New professor joins WSU with national recognition

Murray stands in a field swinging a net back and forth.
Elizabeth Murray collecting insects while on vacation this summer.
Photo courtesy Elizabeth Murray.

Washington State University’s entomology department has a new scientist joining the faculty, and she comes in with a national award to her name.

Elizabeth Murray, currently a postdoctoral fellow at the Smithsonian National Museum of Natural History, will move to Pullman to work at WSU in February. She will also receive the 2019 Entomological Society of America’s Early Career Teaching Award at the group’s national conference in November.

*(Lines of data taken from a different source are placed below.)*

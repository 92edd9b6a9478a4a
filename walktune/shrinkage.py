"""Covariance of random-walk draws, shrunk towards a reference shape, within bounded memory.

In the coordinates whitened by the reference ``R = L L^T``, ``w = L^{-1} (x - centre)``,

    shrunk = (1 - s) S_w + s (tr S_w / d) I,        covariance = L shrunk L^T,

with ``S_w`` the sample covariance of the whitened draws and ``s`` the
Ledoit-Wolf intensity (Ledoit and Wolf 2004; scikit-learn's
``ledoit_wolf_shrinkage``) of draws thinned to about one per autocorrelation
time. Shrinking in whitened coordinates shrinks towards the reference's shape
and respects each parameter's scale ("standardise, shrink, rescale" with a
full matrix).

Large draws (a long pilot stage at d = 300) are whitened in place in blocks of
rows, their covariance summed block by block and their autocorrelation times
found a few parameters at a time, so that the estimate makes at most one copy
of them; small ones are worked on whole, as numpy does.

References
----------
Ledoit, O. and Wolf, M. (2004). A well-conditioned estimator for large-dimensional
covariance matrices. Journal of Multivariate Analysis, 88(2), 365-411.
"""

from __future__ import annotations

import numpy as np
from sklearn.covariance import ledoit_wolf_shrinkage

from .checkpoint import stop_point
from .diagnostics import iact


def shrunk_covariance(draws: np.ndarray, reference: np.ndarray, within_chains: bool = False,
                      overwrite: bool = False) -> tuple[np.ndarray, float, int]:
    """Covariance of ``draws`` (chains, n, d), shrunk towards the shape of ``reference``.

    With ``within_chains`` the pooled within-chain covariance is used: chains
    started in separate modes must not make the proposal span the gap between
    them (a random walk cannot jump it).

    The draws are whitened by the Cholesky factor of ``reference``; the
    Ledoit-Wolf intensity is estimated on draws thinned to about one per
    autocorrelation time (the estimator assumes independent rows), and the
    shrunk matrix ``(1 - s) S + s (tr S / d) I`` is mapped back.

    The draws may be stored every k-th step (:func:`run_pilot` thins long
    stages): the autocorrelation time is then measured in stored draws, and the
    count of roughly independent draws, stored draws over it, is the same.

    Memory: draws up to :data:`_WHOLE_BYTES` are worked on whole (numpy's
    ``np.cov``, one solve, one IACT call: a few copies of them); larger ones
    make one whitened copy (none with ``overwrite``: the caller's array is
    whitened in place), worked through in blocks of rows and of parameters. The
    two ways agree to rounding (tests/test_pilot_memory.py).

    Returns the covariance, the shrinkage intensity ``s`` and the number of
    thinned (about independent) draws it rests on.
    """
    m, n, d = draws.shape
    chol = np.linalg.cholesky(reference)
    if draws.nbytes <= _WHOLE_BYTES:
        centre = draws.mean(axis=1, keepdims=True) if within_chains else draws.reshape(-1, d).mean(axis=0)
        white = np.linalg.solve(chol, (draws - centre).reshape(-1, d).T).T.reshape(m, n, d)
        sample_cov = np.atleast_2d(np.cov(white.reshape(-1, d), rowvar=False))
        tau = np.asarray(iact(white)) if n >= 20 else np.ones(1)
    else:
        centre = draws.mean(axis=1, keepdims=True) if within_chains else _pooled_mean(draws)
        white = draws if overwrite else np.array(draws, dtype=float)
        _whiten_in_place(white, centre, chol)
        sample_cov = _blocked_covariance(white)
        tau = _blocked_iact(white) if n >= 20 else np.ones(1)
    # A direction in which no chain moved has no autocorrelation time (NaN); with none
    # known, keep one draw per chain.
    tau = float(np.max(tau[np.isfinite(tau)])) if np.any(np.isfinite(tau)) else float(n)
    step = max(1, int(np.ceil(tau)))
    thinned = white[:, ::step].reshape(-1, d)
    shrinkage = float(ledoit_wolf_shrinkage(thinned, assume_centered=True)) if thinned.shape[0] > 1 else 1.0
    shrinkage = min(max(shrinkage, 0.0), 1.0)
    target = np.trace(sample_cov) / d * np.eye(d)
    shrunk = (1 - shrinkage) * sample_cov + shrinkage * target
    cov = chol @ shrunk @ chol.T
    return 0.5 * (cov + cov.T), shrinkage, thinned.shape[0]


#: Bytes of one block of rows or parameters that :func:`shrunk_covariance` works on at a time.
_BLOCK_BYTES = 2**23
#: Draws up to this many bytes :func:`shrunk_covariance` estimates from whole, as numpy does (and as walktune did
#: before the blocks: the same figures to the last bit); larger ones in blocks.
_WHOLE_BYTES = 2**25


def _pooled_mean(draws: np.ndarray) -> np.ndarray:
    """Mean of all draws (chains, n, d), shape (d,), without copying a non-contiguous view."""
    if draws.flags.c_contiguous:
        return draws.reshape(-1, draws.shape[2]).mean(axis=0)
    return draws.mean(axis=(0, 1))


def _whiten_in_place(draws: np.ndarray, centre, chol: np.ndarray) -> None:
    """``draws`` (chains, n, d) becomes ``L^{-1} (x - centre)`` row by row, in blocks of rows."""
    m, n, d = draws.shape
    rows = max(1, _BLOCK_BYTES // (8 * d))
    centre = np.broadcast_to(centre, (m, 1, d))
    for c in range(m):
        for start in range(0, n, rows):
            stop_point()
            block = draws[c, start : start + rows]
            block -= centre[c]
            block[...] = np.linalg.solve(chol, block.T).T


def _blocked_covariance(white: np.ndarray) -> np.ndarray:
    """``np.cov`` of the rows of ``white`` (chains, n, d) pooled, summed over blocks of rows (no copy of ``white``)."""
    m, n, d = white.shape
    mean = _pooled_mean(white)
    rows = max(1, _BLOCK_BYTES // (8 * d))
    total = np.zeros((d, d))
    for c in range(m):
        for start in range(0, n, rows):
            stop_point()
            block = white[c, start : start + rows] - mean
            total += block.T @ block
    return np.atleast_2d(total / (m * n - 1))


def _blocked_iact(white: np.ndarray) -> np.ndarray:
    """:func:`walktune.diagnostics.iact` of each parameter of ``white`` (chains, n, d), a few parameters at a time
    (the FFT's work arrays are several times the draws they transform)."""
    m, n, d = white.shape
    width = max(1, _BLOCK_BYTES // (8 * m * n))
    out = []
    for start in range(0, d, width):
        stop_point()
        out.append(np.asarray(iact(white[:, :, start : start + width])))
    return np.concatenate(out)
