"""Atomic file output: a crash never leaves a half-written file or folder.

Files are written to a temporary name in the same folder, flushed, and moved
into place with :func:`os.replace`, which is atomic on POSIX and Windows. A
whole output folder is first built under a temporary name and then moved.
"""

from __future__ import annotations

import csv
import io
import json
import os
import shutil
import tempfile
from pathlib import Path

import numpy as np


def _umask() -> int:
    mask = os.umask(0)
    os.umask(mask)
    return mask


def atomic_write_bytes(path: Path, data: bytes) -> None:
    path = Path(path)
    fd, tmp = tempfile.mkstemp(prefix=f".{path.name}.", suffix=".tmp", dir=path.parent)
    try:
        with os.fdopen(fd, "wb") as handle:
            handle.write(data)
            handle.flush()
            os.fsync(handle.fileno())
        os.chmod(tmp, 0o666 & ~_umask())  # mkstemp makes 0600; give the usual permissions
        os.replace(tmp, path)
    except BaseException:
        Path(tmp).unlink(missing_ok=True)
        raise


def npy_bytes(array: np.ndarray) -> bytes:
    buffer = io.BytesIO()
    np.save(buffer, np.asarray(array))
    return buffer.getvalue()


def npz_bytes(arrays: dict) -> bytes:
    buffer = io.BytesIO()
    np.savez_compressed(buffer, **arrays)
    return buffer.getvalue()


def csv_bytes(matrix: np.ndarray, header: list) -> bytes:
    buffer = io.StringIO()
    writer = csv.writer(buffer, lineterminator="\n")
    writer.writerow(header)
    for row in np.atleast_2d(matrix):
        writer.writerow([repr(float(v)) for v in row])
    return buffer.getvalue().encode()


def json_bytes(payload: dict) -> bytes:
    return (json.dumps(payload, indent=2, allow_nan=True) + "\n").encode()


def write_folder(directory: Path, files: dict) -> Path:
    """Write ``files`` (name -> bytes) into ``directory`` atomically.

    A new folder is built under a temporary name beside it and renamed into
    place; into an existing folder each file is replaced atomically.
    """
    directory = Path(directory)
    parent = directory.parent if str(directory.parent) else Path(".")
    parent.mkdir(parents=True, exist_ok=True)
    if directory.exists():
        if not directory.is_dir():
            raise FileExistsError(f"{directory} exists and is not a folder")
        for name, data in files.items():
            atomic_write_bytes(directory / name, data)
        return directory
    staging = Path(tempfile.mkdtemp(prefix=f".{directory.name}.", dir=parent))
    try:
        for name, data in files.items():
            (staging / name).write_bytes(data)
        os.chmod(staging, 0o777 & ~_umask())  # mkdtemp makes 0700
        os.replace(staging, directory)
    except BaseException:
        shutil.rmtree(staging, ignore_errors=True)
        raise
    return directory
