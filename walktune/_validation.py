"""Small input checks with messages that state what was expected."""

from __future__ import annotations

import numbers

import numpy as np

from .errors import WalktuneError


def as_float_array(value, name: str) -> np.ndarray:
    """Convert ``value`` to a float64 array or fail with a one-line message."""
    try:
        array = np.asarray(value, dtype=float)
    except (TypeError, ValueError):
        raise WalktuneError(
            f"`{name}` must be an array of numbers; got {type(value).__name__} that is not numeric."
        ) from None
    return array


def check_finite(array: np.ndarray, name: str) -> None:
    if not np.all(np.isfinite(array)):
        raise WalktuneError(f"`{name}` must hold finite numbers only; it contains NaN or infinity.")


def check_positive_int(value, name: str, minimum: int = 1) -> int:
    if isinstance(value, bool) or not isinstance(value, numbers.Integral):
        raise WalktuneError(f"`{name}` must be a whole number >= {minimum}; got {value!r}.")
    if value < minimum:
        raise WalktuneError(f"`{name}` must be >= {minimum}; got {value}.")
    return int(value)


def check_seed(seed):
    """A seed is None, a whole number >= 0 or a numpy SeedSequence; returned as a SeedSequence."""
    if isinstance(seed, np.random.SeedSequence):
        return seed
    if seed is not None and (isinstance(seed, bool) or not isinstance(seed, numbers.Integral) or seed < 0):
        raise WalktuneError(f"`seed` must be a whole number >= 0 (or None for a fresh one); got {seed!r}.")
    return np.random.SeedSequence(None if seed is None else int(seed))


def check_positive_number(value, name: str) -> float:
    """A finite number > 0 (bools refused)."""
    if isinstance(value, bool) or not isinstance(value, numbers.Real) or not np.isfinite(value) or value <= 0:
        raise WalktuneError(f"`{name}` must be a number > 0; got {value!r}.")
    return float(value)


def as_covariance(value, dim: int, name: str = "proposal_cov") -> np.ndarray:
    """Return a symmetric positive definite (dim, dim) matrix.

    A scalar is taken as a variance for every parameter and a vector of
    length ``dim`` as a diagonal of variances.
    """
    cov = as_float_array(value, name)
    if cov.ndim == 0:
        cov = np.eye(dim) * float(cov)
    elif cov.ndim == 1:
        if cov.shape[0] != dim:
            raise WalktuneError(
                f"`{name}` as a vector of variances must have length {dim} (one per parameter); got {cov.shape[0]}."
            )
        cov = np.diag(cov)
    if cov.shape != (dim, dim):
        raise WalktuneError(
            f"`{name}` must be a ({dim}, {dim}) covariance matrix for {dim} parameters; got shape {cov.shape}."
        )
    check_finite(cov, name)
    if not np.allclose(cov, cov.T, rtol=1e-8, atol=1e-12 * max(1.0, float(np.max(np.abs(cov))))):
        raise WalktuneError(f"`{name}` must be symmetric; it differs from its transpose.")
    cov = 0.5 * (cov + cov.T)
    try:
        np.linalg.cholesky(cov)
    except np.linalg.LinAlgError:
        raise WalktuneError(
            f"`{name}` must be positive definite; its smallest eigenvalue is {np.linalg.eigvalsh(cov)[0]:.3g}."
        ) from None
    return cov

“I really enjoy teaching and mentoring students and newer scientists,” said Murray, who earned a Ph.D. from the University of California, Riverside. “I’ve learned that if I prepare and put in the effort, I benefit just by knowing that students will leave my course with a deeper appreciation for subjects that I love.”

Murray, a native of Minnesota, will take over as the director of WSU’s M.T. James Museum and do research in phylogenetics, the field that studies how organisms are related to each other. She loves looking at the evolutionary history of insects and understanding the diverse ways that they change and adapt.

One example of her research interests is looking at bees, of which there are over 20,000 species found around the world. But there is a group of insects called pollen wasps that originated around the same time as bees with only 350 or so distinct species.

“I want to find out why pollen wasps haven’t had nearly the evolutionary success that bees have had,” said Murray, who will be the Dr. Horace S. and Vilma G. Telford & Telford Family Professor at WSU. “And if we figure out why, then maybe we can use that answer to learn new ways to help pollinators.”

Her work isn’t easy, and requires huge amounts of data to get answers.

“Finding patterns in evolution takes a lot of work, looking at data in the right way to get answers,” Murray said.

Murray reaches up high to pull a wooden rectangle of the top shelf, lined with many other rectangles.
Murray pulling a box of wasps out of a collection at an insect museum in Linz, Austria. Photo courtesy Elizabeth Murray

She will also be teaching courses at WSU, something that the award-winner clearly enjoys. But it’s the subject matter, and passing along her love of insects, that makes it easy for her.

Although Murray received an early career award, she’s not new to bugs.

“At age 7, I went to career day at school as an entomologist,” she said. “I’ve been fascinated by bugs and insects for as long as I can remember. So to have this as my career, and to go work at a place like WSU, is fantastic.”